A critical evaluation of the catalytic role of CO2 in propane dehydrogenation catalyzed by chromium oxide from a DFT-based microkinetic simulation

Propane dehydrogenation under CO2 is an important catalytic route to obtain propene with a good balance between selectivity and stability. However, a precise description of the catalytic role of CO2 in propane dehydrogenation is still absent. In this work, we focus on the elucidation of the role of CO2 by using DFT-based microkinetic simulation. The influence of CO2 is categorized as direct and indirect effects. It was found that the chemisorbed CO2 can directly abstract hydrogen from propane and propyl with a comparable barrier to the counterpart at the surface oxygen site.

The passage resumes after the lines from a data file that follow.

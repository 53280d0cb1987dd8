"""Projections of the maps, with land and cells projected once and kept, so that a map is drawn in its own coordinates."""

from dataclasses import dataclass
from functools import cache

import cartopy.crs as ccrs
import numpy as np
import shapely
from matplotlib.path import Path
from numpy.typing import NDArray
from shapely.geometry.base import BaseGeometry

from massfingerprint.bundled import open_bundled

Array = NDArray[np.float64]
_DEGREES = ccrs.PlateCarree()
CUT = 25.0  # east: the world map is cut through Africa and Europe, no ocean is
_EDGE = 1e-6  # degrees inside the cut, where a longitude has one place only
_SEAM = 2e3  # metres: slits between pieces that the date line parts are closed
_CAP = 50.0  # latitude at which the polar panels end
_FINEST = 6e3  # metres: a tenth of a point or less on the page, finer detail of coasts only costs time


@dataclass(frozen=True)
class View:
    """One projection of the globe, or of a cap of it.

    Parameters
    ----------
    name : str
        ``world``, ``north`` or ``south``.
    first_longitude : float
        Where its cells begin.
    south, north : float
        Latitudes it shows.
    """

    name: str
    first_longitude: float
    south: float
    north: float


VIEWS = {
    "world": View("world", CUT, -90.0, 90.0),
    "north": View("north", 0.0, _CAP, 90.0),
    "south": View("south", 0.0, -90.0, -_CAP),
}


@cache
def projection(name: str) -> ccrs.Projection:
    """Equal-area projection of a view: Equal Earth (Savric et al. 2019), or Lambert's azimuthal one about a pole."""
    if name == "world":
        return ccrs.EqualEarth(central_longitude=CUT - 180.0)
    if name == "north":
        return ccrs.LambertAzimuthalEqualArea(central_longitude=-42.0, central_latitude=90.0)
    return ccrs.LambertAzimuthalEqualArea(central_longitude=0.0, central_latitude=-90.0)


def places(name: str, longitude: Array, latitude: Array) -> tuple[Array, Array]:
    """Projected coordinates of points in degrees, same shapes."""
    points = projection(name).transform_points(_DEGREES, np.asarray(longitude), np.asarray(latitude))
    return points[..., 0], points[..., 1]


@cache
def nodes(name: str, rows: int, columns: int) -> tuple[Array, Array]:
    """Projected nodes (rows + 2, columns + 2) of a view: cell centres, and the edges of the view round them.

    Cells run from its south to its north and from its first longitude eastward.
    """
    view = VIEWS[name]
    height, width = (view.north - view.south) / rows, 360.0 / columns
    latitude = view.south + height * (np.arange(-1, rows + 1) + 0.5)
    latitude[0], latitude[-1] = view.south, view.north
    longitude = view.first_longitude + width * (np.arange(-1, columns + 1) + 0.5)
    longitude[0], longitude[-1] = view.first_longitude + _EDGE, view.first_longitude + 360.0 - _EDGE
    return places(name, *np.meshgrid(longitude, latitude))


def on_nodes(cells: Array) -> Array:
    """Values (rows + 2, columns + 2) on these nodes from cells (rows, columns) that go round the globe."""
    seam = 0.5 * (cells[:, :1] + cells[:, -1:])
    wide = np.concatenate([seam, cells, seam], axis=1)
    return np.concatenate([wide[:1], wide, wide[-1:]], axis=0)


@cache
def boundary(name: str) -> Path:
    """Edge of a view as a closed path."""
    if name == "world":
        return Path(np.asarray(projection(name).boundary.coords)[:, :2])
    view = VIEWS[name]
    edge = view.south if name == "north" else view.north
    around = np.linspace(0.0, 360.0, 361)
    return Path(np.column_stack(places(name, around, np.full(361, edge))))


@cache
def land(name: str) -> Path:
    """Land of a view without Antarctica's ice shelves and with inland seas filled, as one compound path."""
    if name == "world":
        table = open_bundled("land_110m.geojson.gz").geometry.buffer(0.0).difference(_shelves(0.1))
        flat = [projection(name).project_geometry(_filled(piece), _DEGREES) for piece in table if not piece.is_empty]
    else:
        view = VIEWS[name]
        table = open_bundled("land_50m.geojson.gz").geometry.simplify(0.03).buffer(0.0)
        table = table.clip_by_rect(-180.0, view.south, 180.0, view.north)
        if name == "south":
            table = table.difference(_shelves(0.03))
        flat = [_through(name, _filled(piece)) for piece in table if not piece.is_empty]
    whole = shapely.union_all([shapely.make_valid(shape) for shape in flat])
    return _path(whole.buffer(_SEAM).buffer(-_SEAM).simplify(_FINEST))


def _shelves(tolerance: float) -> BaseGeometry:
    return open_bundled("ice_shelves_50m.geojson.gz").geometry.buffer(0.0).union_all().simplify(tolerance).buffer(0.0)


def _filled(shape: BaseGeometry) -> BaseGeometry:
    """A shape without the holes of its polygons."""
    parts = [part for part in shapely.get_parts(shape) if part.geom_type == "Polygon"]
    return shapely.union_all([shapely.Polygon(part.exterior) for part in parts])


def _through(name: str, shape: BaseGeometry) -> BaseGeometry:
    """A shape in degrees, vertex by vertex; good for a cap, where no edge crosses a cut."""
    return shapely.transform(
        shapely.segmentize(shape, 1.0), lambda points: np.column_stack(places(name, points[:, 0], points[:, 1]))
    )


def _path(shape: BaseGeometry) -> Path:
    """Rings of all polygons of a shape as one compound path."""
    polygons = [part for part in shapely.get_parts(shape) if part.geom_type == "Polygon"]
    rings = [ring for polygon in polygons for ring in (polygon.exterior, *polygon.interiors)]
    return Path.make_compound_path(*(Path(np.asarray(ring.coords)[:, :2], closed=True) for ring in rings))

On the other hand, the dissociation of CO2 yields active surface species of CO* and O* which are actively involved in the removal of surface hydroxyls. It is found that the TOFs of both propane conversion and propene formation are significantly increased with the presence of CO2, which is explained by the reduced apparent activation energy. The primary hydrogen abstraction is identified to be the most influential step from the DRC analysis. The main effects of CO2 are concluded to be removing hydrogen and restoring oxygen vacancies from reaction pathway analysis.

Automated summary

This study elucidates the role of CO2 in propane dehydrogenation by using DFT-based microkinetic simulation. It is found that CO2 can directly abstract hydrogen from propane and propyl, and also actively participate in the removal of surface hydroxyls as CO* and O* species. These mechanisms significantly increase the rates of propane conversion and propene formation.